The trifecta of preventable infections, procedural mix-ups, and medication mistakes constitute exactly the sort of problems that can be successfully addressed through public awareness and education campaigns.
Our Best Hope for Success
No matter how sophisticated the science of medicine or clinical care delivery systems become, it is an inescapable reality that ensuring patient safety is often a function of forming and sustaining simple safety habits among the millions of nurses, physicians, pharmacists, therapists, support staff, and others who affect the lives of patients every day. The breadth and volume of people who must exhibit safety habits begs for a unified, straightforward, and manageable approach.
The work before us calls for a paradigm that is comprehensible to everyone regardless of rank or role and that unifies efforts of hospitals, public health, and society overall.

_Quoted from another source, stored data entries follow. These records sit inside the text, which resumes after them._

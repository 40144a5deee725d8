import { describe, expect, test } from 'vitest';
import { analyseBytes } from '@/analysis/analyse-bytes';
import { decode } from '@/analysis/decode';
import { readTimingPage } from '@/analysis/time/read-timing-page';
import { renderScene } from '@/fixtures/scene/render';
import { renderTimingPage, type TimingPlan } from '@/fixtures/scene/timing-page';
import { drawTimingScene, elapsedTruth } from './timing-scenes';

async function read(plan: TimingPlan) {
  const { frame, capture } = await decode(await renderTimingPage(plan));
  return readTimingPage(frame, capture.exposureTime);
}

// Truth by construction: fixtures/scene/timing-page.ts mixes the frames that the shutter saw and knows nothing of the reader.
describe('the timing page is read within one frame of a 60 Hz screen', () => {
  test.each(Array.from({ length: 12 }, (_, i) => i))(
    'any place, turn, tilt and light: %d',
    async (seed) => {
      const plan = drawTimingScene(seed);
      const { elapsed, frameTime } = await read(plan);
      expect(frameTime).toBeCloseTo(16.67, 6);
      expect(Math.abs(elapsed - elapsedTruth(plan)), JSON.stringify(plan)).toBeLessThan(16.67);
    },
  );

  const upright = { width: 900, height: 700, blurSigma: 1, exposureFrames: 0.6 } as const;
  test.each([
    ['half in each of two frames', { startFrame: 57.7 }],
    ['across the mark', { startFrame: 239.7 }],
    ['just before the mark', { startFrame: 230.1 }],
    ['1.5 EV over', { startFrame: 101.7, exposureEv: 1.5 }],
    ['1.5 EV under, with noise', { startFrame: 101.7, exposureEv: -1.5, snrDb: 25 }],
    [
      'tilted by 30° both ways',
      { startFrame: 12.2, tiltXDegrees: 21.5, tiltYDegrees: 21.5, fill: 0.7 },
    ],
    ['a portrait picture', { startFrame: 33.3, rotationDegrees: 90, fill: 0.7 }],
    ['Exif says it lies on its side', { startFrame: 33.3, orientation: 6 }],
    ['over four frames', { startFrame: 77.4, exposureFrames: 4 }],
  ] as const)('%s', async (_, plan) => {
    const { elapsed } = await read({ ...upright, ...plan });
    expect(Math.abs(elapsed - elapsedTruth(plan))).toBeLessThan(16.67);
  });

  test.each([8.33, 6.94, 20])('a screen with frames of %d ms says so itself', async (frameTime) => {
    const plan = { ...upright, frameTime, startFrame: 61.3 };
    const reading = await read(plan);
    expect(reading.frameTime).toBeCloseTo(frameTime, 6);
    expect(Math.abs(reading.elapsed - elapsedTruth(plan))).toBeLessThan(frameTime);
  });
});

test('kind auto knows the timing page', async () => {
  const bytes = await renderTimingPage({ width: 800, height: 600, startFrame: 30.2 });
  const { kind, kindConfidence, metrics } = await analyseBytes(bytes);
  expect(kind).toBe('lag');
  expect(kindConfidence).toBeGreaterThan(0.9);
  expect(metrics[0]?.name).toBe('lag.shutter');
});

describe('what can’t be read is refused', () => {
  test('another picture', async () => {
    const { bytes } = await renderScene({ width: 800, height: 600 });
    await expect(analyseBytes(bytes, { kind: 'lag' })).rejects.toMatchObject({
      code: 'no-timing-page',
    });
  });
  test('a ring cut off', async () => {
    await expect(read({ width: 800, height: 600, offset: [180, 0] })).rejects.toMatchObject({
      code: 'no-timing-page',
    });
  });
  test('a whole round of the hand in one exposure', async () => {
    await expect(read({ width: 800, height: 600, exposureFrames: 240 })).rejects.toMatchObject({
      code: 'timing-page-unclear',
    });
  });
});

test('a mirrored page gives no time', async () => {
  const plan = { width: 800, height: 600, startFrame: 20.2 };
  const { frame } = await decode(await renderTimingPage(plan));
  const data = frame.data.slice();
  for (let row = 0; row < frame.height; row++)
    for (let col = 0; col < frame.width; col++)
      for (let i = 0; i < 3; i++)
        data[(row * frame.width + col) * 3 + i] =
          frame.data[(row * frame.width + frame.width - 1 - col) * 3 + i]!;
  expect(() => readTimingPage({ ...frame, data }, null)).toThrow(/not found/);
});
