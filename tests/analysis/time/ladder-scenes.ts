import { analyseBytes } from '@/analysis/analyse-bytes';
import type { GroupResult } from '@/analysis/result';
import { measureGroup } from '@/analysis/time/group';
import type { ExifPlan, ScenePlan } from '@/fixtures/scene/plan';
import { renderScene } from '@/fixtures/scene/render';

/** A rung: what the Exif says, and the light that really fell, EV. */
export interface RungPlan {
  readonly exif: ExifPlan;
  readonly exposureEv: number;
}

/** Full stops from 1/500 to 1/30: labels and the exact times behind them (ISO 516's series). */
export const rungTimes = [
  [1 / 500, 1 / 512],
  [1 / 250, 1 / 256],
  [1 / 125, 1 / 128],
  [1 / 60, 1 / 64],
  [1 / 30, 1 / 32],
] as const;

/** Rungs at f/5.6 with the middle one at `base` EV, each off by its planted error. */
export function rungsOf(base: number, planted: readonly number[]): RungPlan[] {
  return planted.map((error, i) => {
    const [label, exact] = rungTimes[i]!;
    return {
      exif: {
        exposureTime: label,
        fNumber: 5.6,
        iso: 100,
        program: 1,
        make: 'Halvard Optik',
        model: 'P5',
      },
      exposureEv: base + Math.log2(exact * 128) + error,
    };
  });
}

export async function photographLadder(
  scene: ScenePlan,
  rungs: readonly RungPlan[],
): Promise<GroupResult> {
  const shots: Parameters<typeof measureGroup>[1][number][] = [];
  for (const [i, { exif, exposureEv }] of rungs.entries()) {
    const { bytes } = await renderScene({
      ...scene,
      exif,
      exposureEv,
      seed: (scene.seed ?? 1) * 10 + i,
    });
    shots.push({ name: `rung-${i}.jpg`, analysis: await analyseBytes(bytes, { kind: 'ladder' }) });
  }
  return measureGroup('ladder', shots);
}
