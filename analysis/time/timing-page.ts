import page from './timing-page.json' with { type: 'json' };

/**
 * The timing page: what `/lag` shows and `read-timing-page.ts` reads. Lengths in page units, 1/1000 of the page's side, origin
 * at its centre, x right, y down; angles clockwise from the top.
 *
 * - Four rings in the corners give the page's place in the photograph.
 * - The hand, a disc on a circle, goes round once a cycle; elapsed time counts from its passing the mark at the top.
 * - Frame bits: the number of the screen's frame since the mark in Gray code, each bit as two discs, one lit and one dark. From
 *   one frame to the next one bit turns, so a photograph that holds both frames leaves that bit alone half lit; and as one disc of
 *   two is always lit, neither exposure nor the screen's brightness matters.
 * - Screen bits: the time of a frame in steps of 0.01 ms, and a checksum, which also tells which way up the page is.
 */
export const timingPage = page;

/** Where discs stand on a circle of the page, `index` of `count` clockwise from the top. */
export function onCircle(radius: number, index: number, count: number): { x: number; y: number } {
  const angle = (2 * Math.PI * index) / count;
  return { x: radius * Math.sin(angle), y: -radius * Math.cos(angle) };
}

/** The two discs of a frame bit: lit when it is 1, lit when it is 0. */
export function frameBitDiscs(bit: number): readonly [number, number] {
  return [2 * bit, 2 * bit + 1];
}

/** Frames of a cycle: even, so that the stretch from the middle of the Gray code closes with one bit as well. */
export function cycleFrames(frameTime: number): number {
  return 2 * Math.round(page.cycleMilliseconds / frameTime / 2);
}

/** Frame time that the page can show: at least so that a cycle has no more frames than the code, at most what the steps reach. */
export const frameTimeRange = {
  shortest: page.cycleMilliseconds / 2 ** page.frameBits.count + 0.02,
  longest: page.screenStep * (2 ** (page.screenBits.count - page.screenBits.check) - 1),
} as const;

/**
 * Gray code of a frame since the mark, lowest bit first. The cycle takes the stretch round the middle of the reflected code,
 * whose two ends differ in the highest bit alone (F. Gray, US patent 2632058, 1953).
 */
export function frameBits(frame: number, frames: number): number[] {
  const all = 2 ** page.frameBits.count;
  const number = (all - frames) / 2 + (((frame % frames) + frames) % frames);
  const gray = number ^ (number >> 1);
  return Array.from({ length: page.frameBits.count }, (_, bit) => (gray >> bit) & 1);
}

/** The frame time and its checksum, lowest bit first. */
export function screenBits(frameTime: number): number[] {
  const steps = Math.round(frameTime / page.screenStep);
  const { count, check } = page.screenBits;
  const word = steps | (checksum(steps) << (count - check));
  return Array.from({ length: count }, (_, bit) => (word >> bit) & 1);
}

/** The frame time in ms, or null when the checksum is wrong or no screen has such a time. */
export function readScreenBits(bits: readonly number[]): number | null {
  const { count, check } = page.screenBits;
  const word = bits.reduce((sum, bit, i) => sum + bit * 2 ** i, 0);
  const steps = word % 2 ** (count - check);
  const frameTime = steps * page.screenStep;
  if (word >> (count - check) !== checksum(steps)) return null;
  return frameTime >= frameTimeRange.shortest ? frameTime : null;
}

/** CRC-8 with the polynomial x⁸ + x² + x + 1 over 16 bits, begun at 0xff so that an empty page fails. */
function checksum(value: number): number {
  let crc = 0xff;
  for (const byte of [value >> 8, value & 0xff]) {
    crc ^= byte;
    for (let i = 0; i < 8; i++) crc = crc & 0x80 ? ((crc << 1) ^ 0x07) & 0xff : (crc << 1) & 0xff;
  }
  return crc;
}
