import { describe, expect, test } from 'vitest';
import { divisionOf, exactFNumber, exactSpeed, exactTime, timeLabel } from '@/analysis/time/series';
import apex from '@/fixtures/check-values/exposure-apex.json';

const { values } = apex;
const seconds = (label: string) => {
  const [over, under = '1'] = label.split('/');
  return Number(over) / Number(under);
};

// Source: check-values exposure_apex: ISO 516's nominal times, exact values 2^(n/3) and 2^(n/2).
describe('the exact number behind a label, to the table’s last printed digit', () => {
  test.each(values.shutter_third_stops)('$nominal s is $exact_s s', ({ nominal, exact_s }) => {
    expect(exactTime(seconds(nominal)) / exact_s).toBeCloseTo(1, 6);
  });
  test.each(values.shutter_half_stops)('in half stops $nominal s is $exact_s s', (row) => {
    expect(exactTime(seconds(row.nominal), 'half') / row.exact_s).toBeCloseTo(1, 6);
  });
  test.each(values.f_number_third_stops)('f/$nominal is f/$exact', ({ nominal, exact }) => {
    expect(exactFNumber(nominal) / exact).toBeCloseTo(1, 6);
  });
  test.each(values.iso_third_stops.filter(({ nominal }) => nominal <= 51_200))(
    'ISO $nominal is $exact',
    ({ nominal, exact }) => {
      expect(exactSpeed(nominal) / exact).toBeCloseTo(1, 5);
    },
  );
});

test('half stops are told by a time or an aperture that no third has', () => {
  expect(divisionOf([1 / 125, 1 / 90, 1 / 60])).toBe('half');
  expect(divisionOf([1 / 125, 1 / 60], [5.6, 6.7])).toBe('half');
  expect(divisionOf([1 / 125, 1 / 60, 1 / 30], [5.6, 8])).toBe('third');
});

test('what is no label stays: a stepless time, a lens’s own aperture, an exact time', () => {
  expect(exactTime(1 / 137)).toBe(1 / 137);
  expect(exactFNumber(3.1)).toBe(3.1);
  expect(exactTime(1 / 128)).toBe(1 / 128);
  // 10/600 as some files write it, and its four-digit decimal.
  expect(exactTime(0.0167)).toBe(1 / 64);
});

test('labels are written as on the camera', () => {
  expect([1 / 125, 1 / 128, 0.6, 2, 1 / 4, 1 / 8000].map(timeLabel)).toEqual([
    '1/125',
    '1/128',
    '0.6',
    '2',
    '1/4',
    '1/8000',
  ]);
});
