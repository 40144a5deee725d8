import type { GroupResult, Metric, Warning } from '../result.ts';
import { median } from '../statistics/outliers.ts';
import { fitExposures, type GreyPoint } from './fit-exposures.ts';
import {
  clippedRung,
  type LadderShot,
  leftOut,
  muchClipping,
  overExposed,
  type PlacedShot,
  placeShots,
} from './ladder-shots.ts';
import { compareReciprocals } from './reciprocal.ts';

/** Lightest luminance, linear, that is compared: over it the curve's shoulder makes little of a lot of light. Our choice. */
const lightest = 0.85;
/** Darkest: code 10 of 255, below which a step of the code is a tenth of a stop. Our choice. */
const darkest = 0.003;
/** The frame counts as clipped when the greys up to the background's 18 % aren't all below clipping. */
const background = 0.18;
const fewestGreys = 4;
/** Stops of luminance in which two rungs must overlap to be compared. */
const leastOverlap = 0.5;
/** Residuals over this many times their uncertainty: the camera didn't keep to one curve. Our choice. */
const changedCurve = 4;

/**
 * Manual exposure ladder of the target, in steady light from a fixed stand.
 * - ladder.step, EV, zone: the rung (1/125, f/5.6 or both): light measured less light set, against the median rung; positive is more
 *   light than the settings say. Set light: exact series values behind the Exif labels (series.ts). Measured light: read through the
 *   target's greys in each frame (ISO 14524) by equal codes, never through a curve fitted to the exposure times; see
 *   fit-exposures.ts. Allowed 0.03 EV. Following the image-based comparison in the terms of ISO 516.
 * - ladder.worst, EV: the largest of them, without sign.
 * Which of two rungs is off can't be told from them alone; the median says that most are right. Rungs that clip, have no time in
 * their Exif or no code in common with the others are left out and named.
 */
export function measureLadder(shots: readonly LadderShot[]): GroupResult {
  const { placed, warnings } = placeShots(shots);
  const seen = placed.filter(({ greys }) => greys !== null);
  if (seen.length === 0) return compareReciprocals(placed, warnings);
  for (const { name, zone, greys, clippedHighlights } of placed) {
    if (greys !== null) continue;
    warnings.push(
      clippedHighlights > muchClipping
        ? clippedRung(name, zone, overExposed)
        : leftOut(name, zone, 'no target was found in it'),
    );
  }
  const usable = withoutClipped(seen, warnings);
  const chained = withoutApart(usable, warnings);
  const fit = chained.length > 1 ? fitExposures(chained.map(({ greys }) => greys)) : null;
  if (!fit) return { metrics: [], warnings: [...warnings, tooFew] };
  if (fit.excess > changedCurve) warnings.push(curveChanged);
  const errors = chained.map((shot, i) => fit.stops[i]! - shot.nominal);
  const covariance = (i: number, j: number) =>
    fit.covariance[i * chained.length + j]! + (i === j ? shadingDoubt(chained[i]!) ** 2 : 0);
  const rungs = groupRungs(chained.map(({ zone }) => zone));
  const metrics = stepMetrics(rungs, errors, covariance);
  return { metrics, warnings };
}

type SeenShot = PlacedShot & { greys: readonly GreyPoint[] };

function withoutClipped(shots: readonly PlacedShot[], warnings: Warning[]): SeenShot[] {
  return shots.flatMap((shot) => {
    const greys = shot.greys ?? [];
    const top = Math.max(0, ...greys.map(({ light }) => light));
    const used = greys.filter(({ luminance }) => luminance > darkest && luminance < lightest);
    if (top < background) {
      warnings.push(clippedRung(shot.name, shot.zone, overExposed));
      return [];
    }
    if (used.length < fewestGreys) {
      const dark = greys.filter(({ luminance }) => luminance <= darkest).length > greys.length / 2;
      warnings.push(
        dark
          ? clippedRung(shot.name, shot.zone, 'it is too dark to tell the greys apart')
          : leftOut(shot.name, shot.zone, 'too few greys can be used'),
      );
      return [];
    }
    return [{ ...shot, greys: used }];
  });
}

/** The largest chain of rungs in which each shares codes with the next. */
function withoutApart(shots: readonly SeenShot[], warnings: Warning[]): SeenShot[] {
  const ranges = shots
    .map((shot) => {
      const stops = shot.greys.map(({ luminance }) => Math.log2(luminance));
      return { shot, low: Math.min(...stops), high: Math.max(...stops) };
    })
    .sort((a, b) => a.low - b.low);
  const chains: SeenShot[][] = [];
  let reached = Number.NEGATIVE_INFINITY;
  for (const { shot, low, high } of ranges) {
    if (reached - low < leastOverlap) chains.push([]);
    chains.at(-1)!.push(shot);
    reached = Math.max(reached, high);
  }
  const largest = chains.reduce((best, chain) => (chain.length > best.length ? chain : best), []);
  for (const { name, zone } of shots.filter((shot) => !largest.includes(shot)))
    warnings.push(leftOut(name, zone, 'it has no codes in common with the other rungs'));
  return shots.filter((shot) => largest.includes(shot));
}

/**
 * The light at each grey is told by the shading of the background, and that through the tone curve: less surely where the background
 * comes out so light that under a stop is left above it. EV; found by rendering.
 */
function shadingDoubt({ greys }: SeenShot): number {
  const top = Math.max(...greys.map(({ light }) => light));
  return top < 2 * background ? 0.007 : 0.002;
}

/** Repeats of one setting are one rung. */
function groupRungs(zones: readonly string[]): Map<string, number[]> {
  const rungs = new Map<string, number[]>();
  zones.forEach((zone, i) => {
    rungs.set(zone, [...(rungs.get(zone) ?? []), i]);
  });
  return rungs;
}

function stepMetrics(
  rungs: ReadonlyMap<string, readonly number[]>,
  errors: readonly number[],
  covariance: (i: number, j: number) => number,
): Metric[] {
  const means = [...rungs].map(([zone, members]) => {
    const value = members.reduce((sum, i) => sum + errors[i]!, 0) / members.length;
    const stated = members.reduce(
      (sum, i) => sum + members.reduce((inner, j) => inner + covariance(i, j), 0),
      0,
    );
    const scatter = members.reduce((sum, i) => sum + (errors[i]! - value) ** 2, 0);
    const freedom = members.length * (members.length - 1);
    // JCGM 100 4.2: the repeats' scatter holds the shutter's own; the larger of the two stands.
    const variance = Math.max(stated / members.length ** 2, freedom > 0 ? scatter / freedom : 0);
    return { zone, value, variance };
  });
  const middle = median(means.map(({ value }) => value));
  const shared = means.reduce((sum, { variance }) => sum + variance, 0) / means.length ** 2;
  const steps = means.map(({ zone, value, variance }): Metric => {
    // The median of n varies by π/2 as much as their mean (normal errors).
    const uncertainty = Math.sqrt(variance + (Math.PI / 2) * shared);
    return { name: 'ladder.step', zone, value: value - middle, unit: 'EV', uncertainty };
  });
  const worst = steps.reduce((a, b) => (Math.abs(b.value) > Math.abs(a.value) ? b : a));
  const { uncertainty } = worst;
  const largest = { name: 'ladder.worst', value: Math.abs(worst.value), unit: 'EV', uncertainty };
  return [...steps, largest];
}

const tooFew: Warning = {
  code: 'ladder-too-short',
  message:
    'Fewer than two rungs can be compared. Photograph the target at three settings or more, a stop or two apart.',
};
const curveChanged: Warning = {
  code: 'ladder-curve-changed',
  message:
    'The greys do not fit one tone curve, so the camera changed its rendering between the rungs or the light changed. Switch off automatic contrast and use steady light.',
};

To the extent they are capable, providers and consumers of healthcare need to know and exercise their roles and responsibilities for eliminating healthcare’s current trifecta of safety events. Building accountability around the safety habits that can eliminate these recurring serious safety events depends on creating a greater sense that providers are accountable to their patients while also preparing patients to speak up when they observe lapses in their healthcare.
In order to change the behavior of healthcare providers, we must influence the behavior of the patients around them. Whatever reasons have existed for treating hospital safety as an in-house matter, it is time to take this issue to the streets. How ready are you to help protect yourself and others from unnecessary healthcare harm?